▶ TASK DIRECTIONS: Give only the number of lines in these records that contain the word "trend".

—————

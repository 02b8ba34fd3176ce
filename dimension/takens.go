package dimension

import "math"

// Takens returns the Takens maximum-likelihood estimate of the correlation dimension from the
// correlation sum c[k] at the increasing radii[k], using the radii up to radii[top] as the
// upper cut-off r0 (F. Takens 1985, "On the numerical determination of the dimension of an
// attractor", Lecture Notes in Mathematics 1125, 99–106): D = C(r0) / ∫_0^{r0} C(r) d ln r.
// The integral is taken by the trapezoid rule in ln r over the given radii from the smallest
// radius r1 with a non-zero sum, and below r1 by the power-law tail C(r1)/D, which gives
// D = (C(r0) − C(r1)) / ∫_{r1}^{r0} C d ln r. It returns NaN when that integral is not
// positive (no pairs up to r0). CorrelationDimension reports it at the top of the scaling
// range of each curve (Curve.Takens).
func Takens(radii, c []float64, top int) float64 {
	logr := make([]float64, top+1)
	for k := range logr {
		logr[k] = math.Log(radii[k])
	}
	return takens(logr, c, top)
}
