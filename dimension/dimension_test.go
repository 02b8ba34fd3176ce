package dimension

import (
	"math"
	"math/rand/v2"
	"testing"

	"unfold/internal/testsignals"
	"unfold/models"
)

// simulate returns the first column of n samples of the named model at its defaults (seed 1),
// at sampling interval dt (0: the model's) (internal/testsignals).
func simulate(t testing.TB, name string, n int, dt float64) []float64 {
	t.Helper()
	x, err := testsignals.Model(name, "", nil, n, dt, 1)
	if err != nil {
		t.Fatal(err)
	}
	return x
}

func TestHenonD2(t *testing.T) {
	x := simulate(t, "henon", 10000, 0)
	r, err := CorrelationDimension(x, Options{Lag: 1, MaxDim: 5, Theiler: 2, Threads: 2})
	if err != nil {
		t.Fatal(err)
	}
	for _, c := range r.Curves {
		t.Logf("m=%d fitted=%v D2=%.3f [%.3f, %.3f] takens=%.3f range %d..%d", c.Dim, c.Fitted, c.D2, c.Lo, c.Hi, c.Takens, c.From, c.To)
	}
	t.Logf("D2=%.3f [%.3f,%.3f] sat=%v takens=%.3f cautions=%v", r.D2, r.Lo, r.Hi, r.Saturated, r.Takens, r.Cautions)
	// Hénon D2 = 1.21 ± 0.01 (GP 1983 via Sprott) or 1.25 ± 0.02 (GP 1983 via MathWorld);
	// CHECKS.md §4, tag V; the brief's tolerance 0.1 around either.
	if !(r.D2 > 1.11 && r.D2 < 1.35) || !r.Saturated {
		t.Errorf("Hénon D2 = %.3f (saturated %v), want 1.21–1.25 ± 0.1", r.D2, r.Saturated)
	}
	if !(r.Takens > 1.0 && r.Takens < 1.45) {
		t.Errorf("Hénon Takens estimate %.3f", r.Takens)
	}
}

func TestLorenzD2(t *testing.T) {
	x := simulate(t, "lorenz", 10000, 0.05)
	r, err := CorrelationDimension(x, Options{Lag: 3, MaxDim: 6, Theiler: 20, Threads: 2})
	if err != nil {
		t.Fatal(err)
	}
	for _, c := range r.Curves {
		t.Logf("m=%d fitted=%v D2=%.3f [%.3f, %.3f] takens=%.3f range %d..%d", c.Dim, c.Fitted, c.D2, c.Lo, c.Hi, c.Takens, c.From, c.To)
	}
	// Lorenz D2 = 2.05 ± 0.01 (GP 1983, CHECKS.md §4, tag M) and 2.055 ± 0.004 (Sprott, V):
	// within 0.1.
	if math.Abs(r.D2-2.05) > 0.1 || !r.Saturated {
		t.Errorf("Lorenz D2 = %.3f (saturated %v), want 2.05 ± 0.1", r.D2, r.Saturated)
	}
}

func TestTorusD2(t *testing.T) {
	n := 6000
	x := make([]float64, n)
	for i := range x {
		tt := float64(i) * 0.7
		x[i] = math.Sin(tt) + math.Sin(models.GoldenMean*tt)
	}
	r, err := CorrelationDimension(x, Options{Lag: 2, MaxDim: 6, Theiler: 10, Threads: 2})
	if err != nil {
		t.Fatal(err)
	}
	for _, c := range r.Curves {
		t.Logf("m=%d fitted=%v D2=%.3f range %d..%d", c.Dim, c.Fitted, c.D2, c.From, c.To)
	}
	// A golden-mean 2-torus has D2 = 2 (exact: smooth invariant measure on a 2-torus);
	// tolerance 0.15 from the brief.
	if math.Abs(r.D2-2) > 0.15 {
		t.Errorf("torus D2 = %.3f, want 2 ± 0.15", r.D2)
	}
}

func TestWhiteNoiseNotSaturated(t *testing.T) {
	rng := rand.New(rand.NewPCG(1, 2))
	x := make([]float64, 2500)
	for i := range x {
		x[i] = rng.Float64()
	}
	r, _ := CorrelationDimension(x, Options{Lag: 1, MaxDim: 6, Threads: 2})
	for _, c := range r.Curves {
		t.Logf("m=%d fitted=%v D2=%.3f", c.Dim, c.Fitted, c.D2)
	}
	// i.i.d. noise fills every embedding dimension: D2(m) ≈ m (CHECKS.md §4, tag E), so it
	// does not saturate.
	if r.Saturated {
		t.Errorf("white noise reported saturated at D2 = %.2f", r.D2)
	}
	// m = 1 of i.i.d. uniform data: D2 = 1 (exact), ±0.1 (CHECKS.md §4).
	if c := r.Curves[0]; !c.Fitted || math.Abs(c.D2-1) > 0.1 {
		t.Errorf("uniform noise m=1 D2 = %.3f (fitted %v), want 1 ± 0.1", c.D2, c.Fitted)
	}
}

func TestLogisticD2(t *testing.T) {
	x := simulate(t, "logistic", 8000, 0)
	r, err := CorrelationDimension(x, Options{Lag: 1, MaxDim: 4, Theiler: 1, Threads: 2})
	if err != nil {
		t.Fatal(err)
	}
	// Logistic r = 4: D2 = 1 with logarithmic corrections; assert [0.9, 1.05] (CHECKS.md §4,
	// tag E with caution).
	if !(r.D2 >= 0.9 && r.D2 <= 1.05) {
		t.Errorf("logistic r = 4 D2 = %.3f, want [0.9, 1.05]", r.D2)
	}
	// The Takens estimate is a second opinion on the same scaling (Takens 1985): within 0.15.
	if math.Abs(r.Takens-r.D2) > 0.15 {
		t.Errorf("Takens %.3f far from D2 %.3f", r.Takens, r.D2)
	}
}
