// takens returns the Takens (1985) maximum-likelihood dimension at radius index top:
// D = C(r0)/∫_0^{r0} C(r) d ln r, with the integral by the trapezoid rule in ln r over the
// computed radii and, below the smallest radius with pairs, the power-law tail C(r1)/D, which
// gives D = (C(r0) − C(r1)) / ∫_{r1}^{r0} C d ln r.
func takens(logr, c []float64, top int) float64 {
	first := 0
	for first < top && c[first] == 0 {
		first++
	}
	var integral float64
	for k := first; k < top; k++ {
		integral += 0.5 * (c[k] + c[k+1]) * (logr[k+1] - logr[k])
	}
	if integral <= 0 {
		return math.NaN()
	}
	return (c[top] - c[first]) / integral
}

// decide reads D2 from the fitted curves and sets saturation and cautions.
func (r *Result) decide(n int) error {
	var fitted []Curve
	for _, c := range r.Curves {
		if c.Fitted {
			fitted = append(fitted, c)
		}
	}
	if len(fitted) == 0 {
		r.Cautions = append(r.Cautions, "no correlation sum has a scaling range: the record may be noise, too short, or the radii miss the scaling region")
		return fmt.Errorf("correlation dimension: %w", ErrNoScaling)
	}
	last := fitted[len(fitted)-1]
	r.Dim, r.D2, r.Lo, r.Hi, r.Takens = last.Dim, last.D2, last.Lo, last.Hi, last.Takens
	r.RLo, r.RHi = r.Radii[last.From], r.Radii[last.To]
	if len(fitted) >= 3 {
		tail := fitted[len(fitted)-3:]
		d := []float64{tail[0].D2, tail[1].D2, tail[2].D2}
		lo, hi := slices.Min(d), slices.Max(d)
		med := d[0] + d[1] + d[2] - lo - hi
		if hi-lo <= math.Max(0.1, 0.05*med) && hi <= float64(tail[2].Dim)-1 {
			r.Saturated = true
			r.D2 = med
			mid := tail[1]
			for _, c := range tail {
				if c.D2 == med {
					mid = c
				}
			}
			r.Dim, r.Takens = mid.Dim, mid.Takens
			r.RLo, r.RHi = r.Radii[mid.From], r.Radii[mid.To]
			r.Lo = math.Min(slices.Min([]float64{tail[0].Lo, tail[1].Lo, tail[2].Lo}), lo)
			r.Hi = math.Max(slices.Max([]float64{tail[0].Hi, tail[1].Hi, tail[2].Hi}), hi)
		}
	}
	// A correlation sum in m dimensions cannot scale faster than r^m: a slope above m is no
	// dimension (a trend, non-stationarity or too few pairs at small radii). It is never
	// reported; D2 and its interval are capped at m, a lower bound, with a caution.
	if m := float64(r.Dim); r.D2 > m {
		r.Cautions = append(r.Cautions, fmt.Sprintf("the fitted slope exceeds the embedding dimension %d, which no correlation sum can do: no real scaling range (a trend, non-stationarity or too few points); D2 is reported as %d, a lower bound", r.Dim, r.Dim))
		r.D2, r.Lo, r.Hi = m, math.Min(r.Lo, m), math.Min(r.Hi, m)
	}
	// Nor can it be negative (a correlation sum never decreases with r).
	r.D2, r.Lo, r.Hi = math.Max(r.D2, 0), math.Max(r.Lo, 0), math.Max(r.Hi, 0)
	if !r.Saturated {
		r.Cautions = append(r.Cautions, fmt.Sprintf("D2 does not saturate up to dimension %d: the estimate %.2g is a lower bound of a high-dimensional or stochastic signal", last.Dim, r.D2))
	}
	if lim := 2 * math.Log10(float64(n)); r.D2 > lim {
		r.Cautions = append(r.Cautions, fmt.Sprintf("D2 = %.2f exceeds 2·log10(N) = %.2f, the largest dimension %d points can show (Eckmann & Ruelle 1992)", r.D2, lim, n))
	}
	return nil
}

—————

▶ SOLUTION FOR THIS EXERCISE: 2